**What the task asks**.
Search the entries for the word "wheelbase" and pull out each line that has it.

**Supplied records**.
——————————

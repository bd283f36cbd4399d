// The second round of the numbers, read off the build sheet once for every screen: the brake
// chain and split, the front double wishbone in front view, the CG height from a tilt weigh-in and
// the quarter-mile estimate, each as a result, as what is still missing, or as why it cannot be
// worked out. The editor's numbers panel, its diagrams and the public page all read this.
import {
  brakeSystem,
  camberCurve,
  CalcInputError,
  cgHeightFromTilt,
  figureValueIn,
  frontViewCentres,
  quarterMileEstimate,
  type BrakeSystemInput,
  type BrakeSystemResult,
  type CamberCurve,
  type CgHeightResult,
  type FrontGeometryInput,
  type FrontViewCentres,
  type QuarterMileEstimate,
  type QuantityKind,
  type UnitOf,
} from '../calc';
import type { BrakesSection, ChassisSection, Sections } from '../schemas/build-sections';
import type { FigureInput } from '../schemas/figure';
import type { WeighInCreateInput } from '../schemas/build';

/** `refused`: the computation's own field name, and the same in the owner's words (`label`) for the message. */
export type Worked<T> = { status: 'ok'; value: T } | { status: 'missing'; hint: string } | { status: 'refused'; field: string; label: string; reason: string };

// The computations' input names as the owner knows the boxes. Each name is looked up without its
// front./rear. prefix and list index; the end is put back in front ("front pad radial height").
const FIELD_WORDS: Record<string, string> = {
  padHeightMm: 'pad radial height',
  rotorDiameterMm: 'rotor diameter',
  pistonDiametersPerSideMm: 'piston diameter',
  pistonDiametersMm: 'piston diameter',
  padMu: 'pad friction coefficient',
  masterBoreMm: 'master cylinder bore',
  frontMasterBoreMm: 'master cylinder bore',
  rearMasterBoreMm: 'rear master cylinder bore',
  balanceFrontShare: 'balance bar front share',
  valveSlope: 'proportioning valve slope',
  valveKneeBar: 'proportioning valve knee',
  pedalRatio: 'pedal ratio',
  boosterAssist: 'booster assist ratio',
  raisedHeight: 'height the axle was raised',
  wheelbase: 'wheelbase',
  wheelCentreHeight: 'wheel centre height',
  totalWeight: 'total weight',
  lowerAxleWeightLevel: 'axle on the scales, level',
  lowerAxleWeightRaised: 'axle on the scales, tilted',
  upper: 'upper arm',
  lower: 'lower arm',
  'upper.outer': 'upper ball joint',
  'contactPatch.x': 'tyre contact patch',
};

export function fieldWords(field: string): string {
  const m = /^(front|rear)\.(.+)$/.exec(field);
  const end = m ? `${m[1]} ` : '';
  const name = (m ? m[2]! : field).replace(/\[\d+\]$/, '');
  return `${end}${FIELD_WORDS[name] ?? name}`;
}

const refused = (err: unknown): Worked<never> => {
  if (err instanceof CalcInputError) return { status: 'refused', field: err.field, label: fieldWords(err.field), reason: err.reason };
  throw err;
};

function valueIn<K extends QuantityKind>(kind: K, figure: FigureInput | undefined, unit: UnitOf<K>): number | undefined {
  if (!figure || !Number.isFinite(figure.value)) return undefined;
  try {
    return figureValueIn(kind, figure, unit);
  } catch (err) {
    if (err instanceof CalcInputError) return undefined;
    throw err;
  }
}

/** Pedal force used when the owner gives none: about 100 lbf, a firm stop (common practice). */
export const DEFAULT_PEDAL_FORCE_N = 445;

export type BrakeFigures = BrakeSystemResult & { input: BrakeSystemInput; pedalForceAssumed: boolean };

/**
 * Each piston pushing one pad: the per-piston sizes when given (one side of an opposed caliper, or
 * all of a floating one), else the one size kept before them, repeated for the pistons counted
 * (an opposed caliper's count is both sides: half push each pad).
 */
export function pistonDiameters(e: BrakesSection['front']): number[] | undefined {
  if (!e) return undefined;
  // A box the owner is still typing in (empty, or not a number yet) is not a piston.
  const sizes = (e.pistonDiametersMm ?? []).filter((d) => typeof d === 'number' && Number.isFinite(d));
  if (sizes.length) return sizes;
  if (!e.pistonDiameterMm || !e.caliperKind) return undefined;
  const count = e.caliperPistons ?? (e.caliperKind === 'opposed' ? 2 : 1);
  const perSide = e.caliperKind === 'opposed' ? Math.max(1, Math.floor(count / 2)) : count;
  return Array.from({ length: perSide }, () => e.pistonDiameterMm as number);
}

export function brakeFigures(brakes: BrakesSection | undefined): Worked<BrakeFigures> {
  const h = brakes?.hydraulics;
  const end = (e: BrakesSection['front']) => {
    const rotor = valueIn('length', e?.rotorDiameter, 'mm');
    const diameters = pistonDiameters(e);
    if (!e?.caliperKind || !diameters || !e.padHeightMm || !e.padMu || rotor === undefined) return undefined;
    return {
      caliper: e.caliperKind === 'opposed' ? { kind: 'opposed' as const, pistonDiametersPerSideMm: diameters } : { kind: 'floating' as const, pistonDiametersMm: diameters },
      padMu: e.padMu,
      rotorDiameterMm: rotor,
      padHeightMm: e.padHeightMm,
    };
  };
  const front = end(brakes?.front);
  const rear = end(brakes?.rear);
  if (!h?.pedalRatio || !h.masterBoreMm || !front || !rear) {
    return { status: 'missing', hint: 'Enter the pedal ratio, the master cylinder bore and, for each axle, the caliper kind, piston diameters, pad height, pad friction and rotor diameter for the brake split.' };
  }
  const pedalForce = valueIn('force', h.pedalForce, 'N');
  const knee = valueIn('pressure', h.valveKnee, 'bar');
  const input: BrakeSystemInput = {
    pedalForceN: pedalForce ?? DEFAULT_PEDAL_FORCE_N,
    pedalRatio: h.pedalRatio,
    boosterAssist: h.boosterAssist,
    master: h.rearMasterBoreMm ? { kind: 'dual', frontBoreMm: h.masterBoreMm, rearBoreMm: h.rearMasterBoreMm, frontShare: (h.balanceFrontPercent ?? 50) / 100 } : { kind: 'single', boreMm: h.masterBoreMm },
    ...(knee !== undefined && h.valveSlope ? { valve: { kneeBar: knee, slope: h.valveSlope } } : {}),
    front,
    rear,
    radiusModel: h.radiusModel,
  };
  try {
    return { status: 'ok', value: { ...brakeSystem(input), input, pedalForceAssumed: pedalForce === undefined } };
  } catch (err) {
    return refused(err);
  }
}

export type FrontGeometryFigures = { input: FrontGeometryInput; centres: FrontViewCentres; curve: CamberCurve; wheelCentreHeightMm?: number };

export function frontGeometryFigures(chassis: ChassisSection | undefined): Worked<FrontGeometryFigures> {
  const g = chassis?.front?.geometry;
  const point = (p?: { x?: number; y?: number }) => (p?.x !== undefined && p.y !== undefined ? { x: p.x, y: p.y } : undefined);
  const [upperInner, upperOuter, lowerInner, lowerOuter] = [g?.upperInner, g?.upperOuter, g?.lowerInner, g?.lowerOuter].map(point);
  if (!upperInner || !upperOuter || !lowerInner || !lowerOuter || g?.contactPatchXMm === undefined) {
    return { status: 'missing', hint: 'Enter the four front pivot points and the contact patch for the roll centre and camber curve.' };
  }
  const input: FrontGeometryInput = { upper: { inner: upperInner, outer: upperOuter }, lower: { inner: lowerInner, outer: lowerOuter }, contactPatch: { x: g.contactPatchXMm, y: 0 } };
  try {
    return { status: 'ok', value: { input, centres: frontViewCentres(input), curve: camberCurve(input), wheelCentreHeightMm: g.wheelCentreHeightMm } };
  } catch (err) {
    return refused(err);
  }
}

export type CgFigures = CgHeightResult & { unit: 'mm'; from: { kind: 'weigh-in'; date: string } | { kind: 'chassis' } };

type TiltedWeighIn = Pick<WeighInCreateInput, 'date' | 'leftFront' | 'rightFront' | 'leftRear' | 'rightRear' | 'tilt'>;

/**
 * The CG height from the newest weigh-in with a tilted reading (the weigh-ins panel), or else from
 * the tilt figures an earlier version kept in the chassis section. The wheelbase is the chassis's.
 */
export function cgHeightFigures(chassis: ChassisSection | undefined, weighIns: readonly TiltedWeighIn[] = []): Worked<CgFigures> {
  const wheelbase = valueIn('length', chassis?.wheelbase, 'mm');
  const tilted = [...weighIns].filter((w) => w.tilt).sort((a, b) => (a.date < b.date ? 1 : a.date > b.date ? -1 : 0))[0];
  const t = chassis?.cgTilt;
  const missing = { status: 'missing' as const, hint: 'Enter the wheelbase (Chassis) and a weigh-in with a tilted reading (Weigh-ins: one axle raised, the other axle’s scales read again) for the CG height.' };
  if (wheelbase === undefined) return missing;
  try {
    if (tilted?.tilt) {
      const w = tilted;
      const tilt = tilted.tilt;
      const total = w.leftFront + w.rightFront + w.leftRear + w.rightRear;
      const level = tilt.raisedAxle === 'front' ? w.leftRear + w.rightRear : w.leftFront + w.rightFront;
      const r = cgHeightFromTilt({ totalWeight: total, wheelbase, wheelCentreHeight: tilt.wheelCentreHeightMm, raisedHeight: tilt.raisedHeightMm, lowerAxleWeightLevel: level, lowerAxleWeightRaised: tilt.leftRaised + tilt.rightRaised });
      return { status: 'ok', value: { ...r, unit: 'mm', from: { kind: 'weigh-in', date: w.date } } };
    }
    if (!t?.raisedHeightMm || !t.wheelCentreHeightMm || !t.totalWeight || !t.lowerAxleLevel || !t.lowerAxleRaised) return missing;
    const r = cgHeightFromTilt({ totalWeight: t.totalWeight, wheelbase, wheelCentreHeight: t.wheelCentreHeightMm, raisedHeight: t.raisedHeightMm, lowerAxleWeightLevel: t.lowerAxleLevel, lowerAxleWeightRaised: t.lowerAxleRaised });
    return { status: 'ok', value: { ...r, unit: 'mm', from: { kind: 'chassis' } } };
  } catch (err) {
    return refused(err);
  }
}

export function quarterMileFigures(sections: Sections, weight: FigureInput | null | undefined): Worked<QuarterMileEstimate & { at: 'flywheel' | 'wheel' }> {
  const engine = sections.engine;
  const flywheel = valueIn('power', engine?.flywheelPower, 'kW');
  const wheel = valueIn('power', engine?.wheelPower, 'kW');
  const kg = valueIn('mass', weight ?? undefined, 'kg');
  const kw = flywheel ?? wheel;
  if (kw === undefined || kg === undefined) return { status: 'missing', hint: 'Enter the power and the car’s weight for a quarter-mile estimate.' };
  try {
    return { status: 'ok', value: { ...quarterMileEstimate({ power: { value: kw, unit: 'kW' }, weight: { value: kg, unit: 'kg' } }), at: flywheel !== undefined ? 'flywheel' : 'wheel' } };
  } catch (err) {
    return refused(err);
  }
}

——————————

**Expected answer**.
  wheelbase: 'wheelbase',
 * the tilt figures an earlier version kept in the chassis section. The wheelbase is the chassis's.
  const wheelbase = valueIn('length', chassis?.wheelbase, 'mm');
  const missing = { status: 'missing' as const, hint: 'Enter the wheelbase (Chassis) and a weigh-in with a tilted reading (Weigh-ins: one axle raised, the other axle’s scales read again) for the CG height.' };
  if (wheelbase === undefined) return missing;
      const r = cgHeightFromTilt({ totalWeight: total, wheelbase, wheelCentreHeight: tilt.wheelCentreHeightMm, raisedHeight: tilt.raisedHeightMm, lowerAxleWeightLevel: level, lowerAxleWeightRaised: tilt.leftRaised + tilt.rightRaised });
    const r = cgHeightFromTilt({ totalWeight: t.totalWeight, wheelbase, wheelCentreHeight: t.wheelCentreHeightMm, raisedHeight: t.raisedHeightMm, lowerAxleWeightLevel: t.lowerAxleLevel, lowerAxleWeightRaised: t.lowerAxleRaised });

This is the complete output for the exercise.